Why did you disobey your teacher?

Why did you disobey me?

Why did you hurt your sister?

Why did you deliberately hurt yourself?

Why? Why? WHY? WHY? WHY?

The enormous challenge of being the parent of an ADHD child is that you tie yourself in mental, emotional and physical knots, constantly asking this banal, and largely irrelevant, question. 

For me, it screamed in my head, every day for 10 years. Every time my child did something we both knew he’d been taught not to do, or knew was wrong, I asked him. Why? Every time he didn’t do the right thing, or something he’d been asked (aka told) to do, I asked him. Why? 

To my exasperation, whenever I asked the question, he would grunt, “I don’t know”. And he would deliver this reply with perfect predictability and monotony.

This is an answer no parent who’s constantly questioned and judged for their child’s ‘bad’ behaviour or ‘poor’ performance can do anything with. (Queue steam from ears and a rising vocal volume.) 

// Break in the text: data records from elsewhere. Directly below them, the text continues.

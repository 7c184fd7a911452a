import type { OperationCounts } from '../models/counting-tally.ts';
import type { SymbolSequence } from '../symbols/sequence.ts';
import type { Coder, Setup } from './contract.ts';
import {
  atBothEnds,
  type BothEnds,
  type EndCost,
  type EndOperations,
  extraCost,
  sumOf,
} from './cost.ts';
import { symbolWidth } from './fixed.ts';
import { innerSetup, isCoded } from './stored-encoder.ts';
import { messagesWhere, startOfMessage } from './table-set-messages.ts';

/** What the coder makes of each message before the shorter form is taken. */
interface Attempts {
  readonly isRaw: Uint8Array;
  /** Of the longest. */
  readonly longestBytes: number;
}

function attemptsOf(coder: Coder, sequence: SymbolSequence, setup: Setup): Attempts {
  const encoder = coder.encoder(innerSetup(setup));
  encoder.push(sequence);
  const { messageEndsBits } = encoder.finish();
  const width = symbolWidth(setup.alphabetSize);
  const isRaw = new Uint8Array(messageEndsBits.length);
  let longestBytes = 0;
  for (let i = 0; i < isRaw.length; i++) {
    const bits = messageEndsBits[i] - (i === 0 ? 0 : messageEndsBits[i - 1]);
    const symbolCount = sequence.messageEnds[i] - startOfMessage(sequence, i);
    if (!isCoded(setup, width, symbolCount, bits)) isRaw[i] = 1;
    longestBytes = Math.max(longestBytes, Math.ceil(bits / 8));
  }
  return { isRaw, longestBytes };
}

/**
 * The coder's own costs, and at the encoder a buffer for the longest message as the coder makes it, which only then is held
 * against raw symbols. Selector, comparison and raw symbols are 12 statements, at the decoder 10.
 */
export function storedCosts(
  coder: Coder,
  setup: Setup,
  sequence: SymbolSequence,
): BothEnds<EndCost> | undefined {
  // A coder that holds its coded message itself holds it in that buffer.
  const own = coder.costs?.(innerSetup(setup), 0, sequence);
  if (own === undefined) return undefined;
  const { longestBytes } = attemptsOf(coder, sequence, setup);
  return atBothEnds(
    own,
    { encoder: extraCost(0, longestBytes, 12), decoder: extraCost(0, 0, 10) },
    sumOf,
  );
}

/**
 * The encoder codes every message and tests which form is shorter, the decoder reads the coded ones, and of raw ones tests
 * each symbol; either tests the selector. The test of a message is booked on one of its symbols, so the worst is a bound.
 */
export function storedOperations(
  coder: Coder,
  sequence: SymbolSequence,
  setup: Setup,
): EndOperations | undefined {
  const inner = innerSetup(setup);
  const all = coder.operations?.(sequence, inner);
  if (all === undefined) return undefined;
  const { isRaw } = attemptsOf(coder, sequence, setup);
  const kept = isRaw.includes(1)
    ? coder.operations!(
        messagesWhere(sequence, (i) => isRaw[i] === 0),
        inner,
      )
    : all;
  if (kept === undefined) return undefined;
  const symbolCount = sequence.symbols.length;
  const rawCount = symbolCount - kept.decoder.symbolCount;
  const rawTests = rawCount > 0 ? 2 : 0;
  return {
    encoder: withTests(all.encoder, symbolCount, isRaw.length, 0),
    decoder: withTests(kept.decoder, symbolCount, isRaw.length + rawCount, rawTests),
  };
}

/** `counts`, as of `symbolCount` symbols, with `tests` branches more: one on a coded symbol, at most `rawTests` on a raw one. */
function withTests(
  counts: OperationCounts,
  symbolCount: number,
  tests: number,
  rawTests: number,
): OperationCounts {
  const { total, worst } = counts;
  const coded = counts.symbolCount === 0 ? 0 : worst.branches + 1;
  return {
    ...counts,
    symbolCount,
    total: { ...total, branches: total.branches + tests },
    worst: { ...worst, branches: Math.max(coded, rawTests) },
  };
}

“What do you mean you don’t know?!” 

But the reality is, ADHD kids often don’t know why they do (or don’t do) the things they’re responsible for. And these poor little people constantly have adults seeking these answers where there just aren’t any to be found. 

Others constantly ask this inane question too. Teachers and family members would ask my son the Why question all the time. Then, when they couldn’t get a satisfactory answer from him, they’d ask me! "Why did your son…? Why doesn’t your son…? Why won’t your son…?" And I never knew the bloody answer! 

I read every book. I took him to every expert. I attended every course. I searched and researched. Yet I never found the answers. It was painful and frustrating. How can you solve a problem if you can’t find the answers?

I would ask myself, “Why?” just as often as I would ask my son, “Why?”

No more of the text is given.